● Assignment:
Locate each line below that includes "ways" and reproduce it.
+===+
import type { TimedStep } from '../contract/findings.ts'
import { quantile } from '../statistics/quantile.ts'
import { localClock } from '../timeline/local-clock.ts'
import { eachSpan } from '../timeline/spans.ts'
import type { Timeline } from '../timeline/timeline.ts'
import { energisedClock } from './energised-clock.ts'
import type { Unexplained } from './unexplained.ts'
import { clockText } from './windows/clock-windows.ts'
import { current, figure, rounded } from './words.ts'

const MINUTE_MS = 60_000
const HOUR_MS = 60 * MINUTE_MS
const DAY_MINUTES = 1_440
/** Fewer steps than this show no schedule. */
const LEAST_STEPS = 5
/** Steps begin within so many minutes of the same clock time … */
const CLOCK_WIDTH = 20
/** … and so large a share of them does. */
const CLOCK_SHARE = 0.7
/** Mean resultant length of the phases of a period. */
const SHARP = 0.85
/** Chance of the same from steps at random times, after paying for all that was tried. */
const LEAST_P = 1e-4

/** When the steps that nobody named come. */
export type Schedule =
  | { readonly kind: 'clock'; readonly minute: number }
  | { readonly kind: 'period'; readonly hours: number }
  | { readonly kind: 'none' }

/**
 * The schedule behind excursions that no named load accounts for: a fixed clock time (the fullest window of the local
 * day, its binomial tail paid for by the number of windows: Naus 1965 in spirit), else a fixed period (Rayleigh
 * periodogram of their starts, on the wall's clock and on one that stands still while the device is open, paid for by the number of frequencies: Mardia & Jupp 2000, §6.3).
 */
export function scheduleOf(timeline: Timeline, found: Unexplained): Schedule {
  const starts = [...eachSpan(found.excursions)].map((s) => s.from)
  if (starts.length < LEAST_STEPS) return { kind: 'none' }
  return clockOf(timeline, starts) ?? periodOf(timeline, starts) ?? { kind: 'none' }
}

function clockOf(timeline: Timeline, starts: readonly number[]): Schedule | null {
  const clock = localClock(timeline.sheet.timeZone)
  const minutes = starts.map((t) => clock.minuteOfDay(t)).sort((a, b) => a - b)
  let most = 0
  let at = 0
  for (const first of minutes) {
    const inside = minutes.filter((m) => (m - first + DAY_MINUTES) % DAY_MINUTES <= CLOCK_WIDTH)
    if (inside.length > most) {
      most = inside.length
      at =
        first +
        quantile(
          inside.map((m) => (m - first + DAY_MINUTES) % DAY_MINUTES),
          0.5,
        )
    }
  }
  const n = starts.length
  // Chernoff's bound of the binomial tail: never smaller than the tail itself
  const share = most / n
  const chance = CLOCK_WIDTH / DAY_MINUTES
  const rest = share < 1 ? (1 - share) * Math.log((1 - share) / (1 - chance)) : 0
  const p = (DAY_MINUTES / CLOCK_WIDTH) * 2 * Math.exp(-n * (share * Math.log(share / chance) + rest))
  return share >= CLOCK_SHARE && p <= LEAST_P ? { kind: 'clock', minute: at % DAY_MINUTES } : null
}

function periodOf(timeline: Timeline, starts: readonly number[]): Schedule | null {
  const span = (timeline.to - timeline.from) / HOUR_MS
  const onWall = starts.map((t) => (t - timeline.from) / HOUR_MS)
  const step = 0.1 / span
  let best = { length: 0, frequency: 0 }
  let tried = 0
  for (const at of [onWall, starts.map(energisedClock(timeline))]) {
    for (let frequency = Math.max(4 / span, 1 / 240); frequency <= 1; frequency += step) {
      tried++
      let cos = 0
      let sin = 0
      for (const t of at) {
        cos += Math.cos(2 * Math.PI * frequency * t)
        sin += Math.sin(2 * Math.PI * frequency * t)
      }
      const length = Math.hypot(cos, sin) / at.length
      // of harmonics that fit as well the longest period is the plain one
      if (length > best.length + 0.01) best = { length, frequency }
    }
  }
  const p = tried * Math.exp(-starts.length * best.length ** 2)
  return best.length >= SHARP && p <= LEAST_P ? { kind: 'period', hours: 1 / best.frequency } : null
}

/** The steps of one schedule in figures and words; empty without a schedule. */
export function timedSteps(found: Unexplained | null, schedule: Schedule): TimedStep[] {
  if (found === null) return []
  if (schedule.kind === 'none') return []
  const spans = [...eachSpan(found.excursions)]
  const minutes = quantile(
    spans.map((s) => (s.to - s.from) / MINUTE_MS),
    0.5,
  )
  const about = `About ${current(found.heightMa)} mA for ${Math.round(minutes)} minutes`
  const common = { ma: rounded(found.heightMa), minutes: rounded(minutes), count: spans.length }
  if (schedule.kind === 'clock') {
    const localTime = clockText(schedule.minute)
    const text = `${about}, ${spans.length} times, round ${localTime}, on no listed load.`
    return [{ ...common, schedule: 'clock', localTime, text }]
  }
  const text = `${about}, ${spans.length} times, every ${figure(schedule.hours)} h, on no listed load.`
  return [{ ...common, schedule: 'period', hours: rounded(schedule.hours), text }]
}
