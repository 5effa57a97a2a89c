import type { Grade, Reason } from '../contract/findings.ts'
import { totalMs } from '../timeline/spans.ts'
import type { Timeline } from '../timeline/timeline.ts'
import type { Measured } from './candidates.ts'
import { logReason } from './log-reasons.ts'
import type { LogView } from './log-view.ts'
import type { Preference } from './preference.ts'
import { habitReason, ratioReason } from './preferring/habit-reason.ts'
import { HOUR_MS } from './windows/trip-share.ts'
import { current, figure, pValue, rounded, sentence } from './words.ts'

const MOST_REASONS = 4

/**
 * Two to four reasons for a suspect's place in the line-up, the weightiest first, in plain words with figures.
 * `leader` is the name of the suspect that comes first, null when it is this one or nobody leads.
 */
export function reasonsOf(
  timeline: Timeline,
  of: string,
  preference: Preference | undefined,
  measured: Measured,
  log: LogView,
  grade: Grade,
  leader: string | null,
): Reason[] {
  const reasons: Reason[] = []
  if (preference !== undefined) {
    reasons.push(preferenceReason(preference, grade, leader))
    const habit = habitReason(preference)
    if (habit !== null) reasons.push(habit)
  }
  const byLog = logReason(timeline, of, measured, log)
  if (byLog !== null) reasons.push(byLog)
  const rise = riseReason(of, measured)
  if (rise !== null) reasons.push(rise)
  const trigger = triggerReason(of, measured)
  if (trigger !== null) reasons.push(trigger)
  const noted = notedReason(timeline, of)
  if (noted !== null) reasons.push(noted)
  if (reasons.length === 1 && preference !== undefined) reasons.push(ratioReason(preference))
  return reasons.slice(0, MOST_REASONS)
}

function preferenceReason(p: Preference, grade: Grade, leader: string | null): Reason {
  const whole = Math.abs(p.inside - Math.round(p.inside)) < 0.05
  const inside = whole ? String(Math.round(p.inside)) : `about ${figure(p.inside)}`
  const fell = `${inside} of ${p.trips} trips fell ${p.window.words}`
  const chance = `${Number(p.expected.toPrecision(2))} would by chance`
  const text =
    p.window.key === 'any'
      ? 'It could act at any time, so only the course of the leakage before the trips speaks for or against it.'
      : p.inside <= p.expected
        ? `Only ${fell}; ${chance}.`
        : grade === 'cleared' && leader !== null
          ? `${sentence(fell)} and ${chance}, but ${leader} explains the same trips better.`
          : `${sentence(fell)}; ${chance} (${pValue(p.pFamily ?? p.pAdjusted)} after paying for all that was tried).`
  return {
    text,
    method: `exact conditional test of two Poisson rates (Przyborowski & Wilenski 1940), adjusted by ${p.pFamily === null ? 'Holm (1979)' : 'the best of all windows under circular shifts of the trips (Westfall & Young 1993), and by Holm (1979)'}`,
    figures: {
      tripsInside: rounded(p.inside),
      trips: p.trips,
      expectedInside: rounded(p.expected),
      hoursInside: rounded(p.window.insideHours),
      rateRatio: p.ratio !== null && Number.isFinite(p.ratio) ? rounded(p.ratio) : null,
      ratioLow: rounded(p.low),
      ratioHigh: Number.isFinite(p.high) ? rounded(p.high) : null,
      p: rounded(p.p),
      pAdjusted: rounded(p.pAdjusted),
      pFamily: p.pFamily === null ? null : rounded(p.pFamily),
      window: p.window.key,
      when: p.window.words,
    },
  }
}

function riseReason(of: string, measured: Measured): Reason | null {
  const profile = measured.profiles.get(of)
  if (profile === undefined || profile.riseMa === null || profile.runs < 2) return null
  const room =
    measured.headroom.standingMa === null ? null : measured.headroom.tripMa.value - measured.headroom.standingMa.p50
  const text =
    profile.riseMa < 0.1
      ? `Its ${profile.runs} runs leave no trace in the leakage log.`
      : `Over ${profile.runs} runs the leakage rises by up to ${current(profile.riseMa)} mA${room === null ? '' : `; the usual headroom is ${current(room)} mA`}.`
  return {
    text,
    method: 'level over that before each start, robust over runs (superposed epochs: Chree 1913)',
    figures: {
      runs: profile.runs,
      riseMa: rounded(profile.riseMa),
      usualHeadroomMa: room === null ? null : rounded(room),
    },
  }
}

function triggerReason(of: string, measured: Measured): Reason | null {
  const seen = measured.trips.filter((t) => t.trigger === of).length
  if (seen === 0) return null
  const judged = measured.trips.filter((t) => t.course !== 'unseen').length
  return {
    text: `At ${seen} of ${judged} trips that the log shows it had changed just before, in step with the leakage.`,
    method: 'course of the leakage before each trip',
    figures: { trips: seen, logged: judged },
  }
}

/** What people saw running: worth telling, and worth setting against how often it runs anyway. */
export function notedReason(timeline: Timeline, of: string): Reason | null {
  const noted = timeline.trips.filter((t) => t.running.includes(of)).length
  if (noted === 0) return null
  const asked = timeline.trips.filter((t) => t.running.length > 0).length
  const thing = timeline.things.find((t) => t.of === of)
  const known = thing === undefined ? 0 : (totalMs(thing.state.on) + totalMs(thing.state.off)) / HOUR_MS
  const runs = thing === undefined || known === 0 ? null : totalMs(thing.state.on) / HOUR_MS / known
  const usual = runs === null ? '' : ` By the log it runs ${Math.round(runs * 100)} % of the time anyway.`
  return {
    text: `Noted as running at ${noted} of ${asked} trips by whoever was there.${usual}`,
    method: 'note of the occupant, not used in the odds',
    figures: { noted, asked, runsShare: runs === null ? null : rounded(runs) },
  }
}
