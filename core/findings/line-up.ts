import { CoreError } from '../errors.ts'
import type { Spans } from '../timeline/spans.ts'
import { type CauseWindow, marginals } from './cause-sets.ts'
import { type CauseSet, likelySets } from './likely-sets.ts'

/** One way in which a suspect may act, with what the trips say about it. */
export interface ExposureWindow {
  /** Short name within the suspect: `on`, `after-on-3`, `02:40+20`. */
  readonly key: string
  /** In words, to follow "trips fell …": `within 3 minutes of its start`. */
  readonly words: string
  /** Prior weight among the windows of its suspect; they sum to 1. */
  readonly prior: number
  /** Exposed energised hours under each habit of the site, times what an hour of them weighs. */
  readonly hoursBy: readonly number[]
  /** `CauseWindow.weights` under each habit. */
  readonly weightsBy: readonly Float64Array[]
  /** What is spoken of: share of each trip's time inside, before leakage evidence (0, 1, or between), and hours inside. */
  readonly inside: Float64Array
  readonly insideHours: number
  /** Energised time in which it holds, and in which that is known; absent where it is no one set of time. */
  readonly when?: { readonly inside: Spans; readonly known: Spans }
}

/** A way in which trips of any cause may spread over the day, with what they say for it. */
export interface Pace {
  readonly prior: number
  readonly logDensity: number
}

const EVEN: readonly Pace[] = [{ prior: 1, logDensity: 0 }]

export interface Candidate {
  readonly of: string
  /** Prior odds of being a cause. */
  readonly odds: number
  readonly windows: readonly ExposureWindow[]
  /** Keeps hours of its own: what people do over the day does not bear on it. */
  readonly ownHours?: boolean
  /** It explains all trips or none: never in a set with another. */
  readonly alone?: boolean
  /** Suspects of one family are the same thing under several names: never two of them in one set. */
  readonly family?: string
  /** The suspect that this one is part of (a load of its circuit): never both in one set. */
  readonly partOf?: string
}

export interface Standing {
  readonly of: string
  /** Posterior probability of being a cause. */
  readonly probability: number
  /** Expected share of the trips it accounts for. */
  readonly share: number
  /** Its windows by posterior weight, heaviest first, at most five. */
  readonly windows: readonly { readonly window: ExposureWindow; readonly weight: number }[]
  /** Natural log of the evidence as a single cause over that of no cause. */
  readonly logBayesFactor: number
}

export interface LineUp {
  /** In the order of the candidates. */
  readonly standings: readonly Standing[]
  /** Probability that no candidate is a cause. */
  readonly none: number
  /** Expected share of trips that no candidate accounts for. */
  readonly unexplained: number
  /** What may be the case, heaviest first, without what is less likely than one in ten thousand; weights sum to 1. */
  readonly sets: readonly CauseSet[]
}

/**
 * Chance that the model itself is wrong: halves with every trip, and never below this. With that chance nothing was
 * learnt, and the prior stands: three trips cannot make anything certain, however well they fit.
 */
const LEAST_DOUBT = 0.01

/** Each cause beyond the first is so much rarer still: two faults at once are no coincidence of two ordinary ones. */
const EXTRA_CAUSE = 0.04

/** Trips of which no listed thing is the cause are so much rarer than the odds of the suspects alone say. */
const NO_CAUSE = 0.4

/** How many windows of a suspect go on to sets of two and three, and how many suspects. */
const WINDOWS_IN_PAIRS = 3
const WINDOWS_IN_TRIPLES = 2
const SUSPECTS_IN_PAIRS = 12
const SUSPECTS_IN_TRIPLES = 5

/** A habit less likely than the best by so many powers of e is left out of larger sets. */
const HOPELESS = 7

interface Weighed {
  readonly members: readonly number[]
  readonly windows: readonly ExposureWindow[]
  readonly logWeight: number
  /** Expected number of trips that each member made. */
  readonly expected: readonly number[]
}

/**
 * Bayesian variable selection over sets of at most three causes of a point process: each suspect adds a gamma-
 * distributed intensity while its exposure holds, windows are averaged over, sets without hope are left out
 * (Occam's window: Madigan & Raftery 1994). `hours` is energised time, `trips` their number, `paces` the habits under which
 * exposures were measured, the first of them a flat day; averaged over. Independent of the order of trips and candidates up to rounding. Cost: windows ×
 * trips² and a bounded number of sets.
 *
 * @throws {CoreError} out_of_range without time, unequal_lengths when a window does not weigh every trip
 */
export function lineUp(
  hours: number,
  trips: number,
  candidates: readonly Candidate[],
  paces: readonly Pace[] = EVEN,
): LineUp {
  if (!(hours > 0)) throw new CoreError('out_of_range', `lineUp needs energised hours, got ${hours}`)
  for (const { windows } of candidates) {
    for (const w of windows) {
      for (const { length } of w.weightsBy) {
        if (length !== trips) throw new CoreError('unequal_lengths', `lineUp got ${length} weights for ${trips} trips`)
      }
    }
  }
  const sets: Weighed[] = []
  const byPace: number[][] = paces.map(() => [])
  let asked = paces.map((_, k) => k)
  const add = (members: readonly number[], windows: readonly ExposureWindow[]): number => {
    const ownHours = members.some((c) => candidates[c]!.ownHours === true)
    const { log, expected, each } = overPaces(hours, trips, windows, ownHours ? EVEN : paces, ownHours ? [0] : asked)
    let logWeight = log + (members.length === 0 ? Math.log(NO_CAUSE) : (members.length - 1) * Math.log(EXTRA_CAUSE))
    for (const c of members) logWeight += Math.log(candidates[c]!.odds)
    for (const w of windows) logWeight += Math.log(w.prior)
    for (const m of each) byPace[m.pace]!.push(logWeight - log + m.log)
    sets.push({ members, windows, logWeight, expected })
    return logWeight
  }
  const emptyLog = add([], [])

  const singles = candidates.map((candidate, c) => {
    const scored = candidate.windows.map((window) => ({ window, log: add([c], [window]) }))
    scored.sort((a, b) => b.log - a.log)
    return { c, scored, log: logSum(scored.map((s) => s.log)) }
  })
  const ranked = singles.filter((s) => s.scored.length > 0 && s.log > Number.NEGATIVE_INFINITY)
  ranked.sort((a, b) => b.log - a.log || a.c - b.c)

  const best = (s: (typeof ranked)[number], n: number): ExposureWindow[] => s.scored.slice(0, n).map((x) => x.window)
  // sets of several need no habit that single causes and chance have ruled out
  const mass = byPace.map(logSum)
  const most = Math.max(...mass)
  asked = asked.filter((k) => mass[k]! > most - HOPELESS)

  const isOneThing = (a: (typeof ranked)[number], b: (typeof ranked)[number]): boolean =>
    areOneThing(candidates[a.c]!, candidates[b.c]!)
  const inPairs = ranked.slice(0, SUSPECTS_IN_PAIRS)
  for (let i = 0; i < inPairs.length; i++) {
    for (let j = i + 1; j < inPairs.length; j++) {
      if (isOneThing(inPairs[i]!, inPairs[j]!)) continue
      for (const a of best(inPairs[i]!, WINDOWS_IN_PAIRS)) {
        for (const b of best(inPairs[j]!, WINDOWS_IN_PAIRS)) add([inPairs[i]!.c, inPairs[j]!.c], [a, b])
      }
    }
  }
  const inTriples = ranked.slice(0, SUSPECTS_IN_TRIPLES)
  for (let i = 0; i < inTriples.length; i++) {
    for (let j = i + 1; j < inTriples.length; j++) {
      for (let k = j + 1; k < inTriples.length; k++) {
        if (isOneThing(inTriples[i]!, inTriples[j]!)) continue
        if (isOneThing(inTriples[i]!, inTriples[k]!) || isOneThing(inTriples[j]!, inTriples[k]!)) continue
        for (const a of best(inTriples[i]!, WINDOWS_IN_TRIPLES)) {
          for (const b of best(inTriples[j]!, WINDOWS_IN_TRIPLES)) {
            for (const d of best(inTriples[k]!, WINDOWS_IN_TRIPLES)) {
              add([inTriples[i]!.c, inTriples[j]!.c, inTriples[k]!.c], [a, b, d])
            }
          }
        }
      }
    }
  }
  return summarise(trips, candidates, sets, emptyLog - Math.log(NO_CAUSE))
}

function areOneThing(a: Candidate, b: Candidate): boolean {
  if (a.alone === true || b.alone === true) return true
  return (a.family !== undefined && a.family === b.family) || a.partOf === b.of || b.partOf === a.of
}

/** The marginal likelihood of one set under each habit, and averaged over them. */
interface Averaged {
  readonly log: number
  readonly expected: readonly number[]
  /** Of each habit that was asked, its prior included. */
  readonly each: readonly { readonly pace: number; readonly log: number }[]
}

function overPaces(
  hours: number,
  trips: number,
  windows: readonly ExposureWindow[],
  paces: readonly Pace[],
  asked: readonly number[],
): Averaged {
  // many windows (every period) are the same under all habits
  const same = windows.every(
    (w) => w.weightsBy.every((x) => x === w.weightsBy[0]) && w.hoursBy.every((h) => h === w.hoursBy[0]),
  )
  const ways = same && asked.length > 0 ? asked.slice(0, 1) : asked
  const found = marginals(
    hours,
    trips,
    ways.map((k) => windows.map((w): CauseWindow => ({ hours: w.hoursBy[k]!, weights: w.weightsBy[k]! }))),
  )
  const each = asked.map((k, place) => {
    const m = found[same ? 0 : place]!
    return { pace: k, log: m.log + paces[k]!.logDensity + Math.log(paces[k]!.prior), expected: m.expected }
  })
  const log = logSum(each.map((m) => m.log))
  const expected = windows.map((_, j) => each.reduce((sum, m) => sum + Math.exp(m.log - log) * m.expected[j]!, 0))
  return { log, expected, each }
}

function summarise(
  trips: number,
  candidates: readonly Candidate[],
  sets: readonly Weighed[],
  emptyLog: number,
): LineUp {
  const total = logSum(sets.map((s) => s.logWeight))
  const probability = new Float64Array(candidates.length)
  const share = new Float64Array(candidates.length)
  const perWindow = candidates.map(() => new Map<ExposureWindow, number>())
  const single = candidates.map(() => [] as number[])
  const doubt = Math.max(LEAST_DOUBT, 0.5 ** trips)
  let priorNone = 1
  for (const { odds } of candidates) priorNone /= 1 + odds
  let none = 0
  for (const set of sets) {
    const p = Math.exp(set.logWeight - total)
    if (set.members.length === 0) none += p
    set.members.forEach((c, place) => {
      probability[c]! += p
      if (trips > 0) share[c]! += (p * set.expected[place]!) / trips
      const windows = perWindow[c]!
      windows.set(set.windows[place]!, (windows.get(set.windows[place]!) ?? 0) + p)
    })
    if (set.members.length === 1) {
      const c = set.members[0]!
      single[c]!.push(set.logWeight - Math.log(candidates[c]!.odds))
    }
  }
  let explained = 0
  for (const s of share) explained += s
  const standings = candidates.map((candidate, c): Standing => {
    const weight = probability[c]! > 0 ? probability[c]! : 1
    const windows = [...perWindow[c]!].map(([window, p]) => ({ window, weight: p / weight }))
    windows.sort((a, b) => b.weight - a.weight || (a.window.key < b.window.key ? -1 : 1))
    return {
      of: candidate.of,
      probability: (1 - doubt) * Math.min(1, probability[c]!) + (doubt * candidate.odds) / (1 + candidate.odds),
      share: share[c]!,
      windows: windows.slice(0, 5),
      logBayesFactor: logSum(single[c]!) - emptyLog,
    }
  })
  return {
    standings,
    none: (1 - doubt) * none + doubt * priorNone,
    unexplained: Math.max(0, 1 - explained),
    sets: likelySets(
      trips,
      candidates,
      sets.map((set) => ({ ...set, weight: Math.exp(set.logWeight - total) })),
      { doubt, priorNone },
    ),
  }
}

/** ln Σ exp(xᵢ) without overflow; −∞ for an empty list. */
function logSum(logs: readonly number[]): number {
  let top = Number.NEGATIVE_INFINITY
  for (const x of logs) if (x > top) top = x
  if (top === Number.NEGATIVE_INFINITY) return top
  let sum = 0
  for (const x of logs) sum += Math.exp(x - top)
  return top + Math.log(sum)
}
+===+
● Answer to this exercise:
  const ways = same && asked.length > 0 ? asked.slice(0, 1) : asked
    ways.map((k) => windows.map((w): CauseWindow => ({ hours: w.hoursBy[k]!, weights: w.weightsBy[k]! }))),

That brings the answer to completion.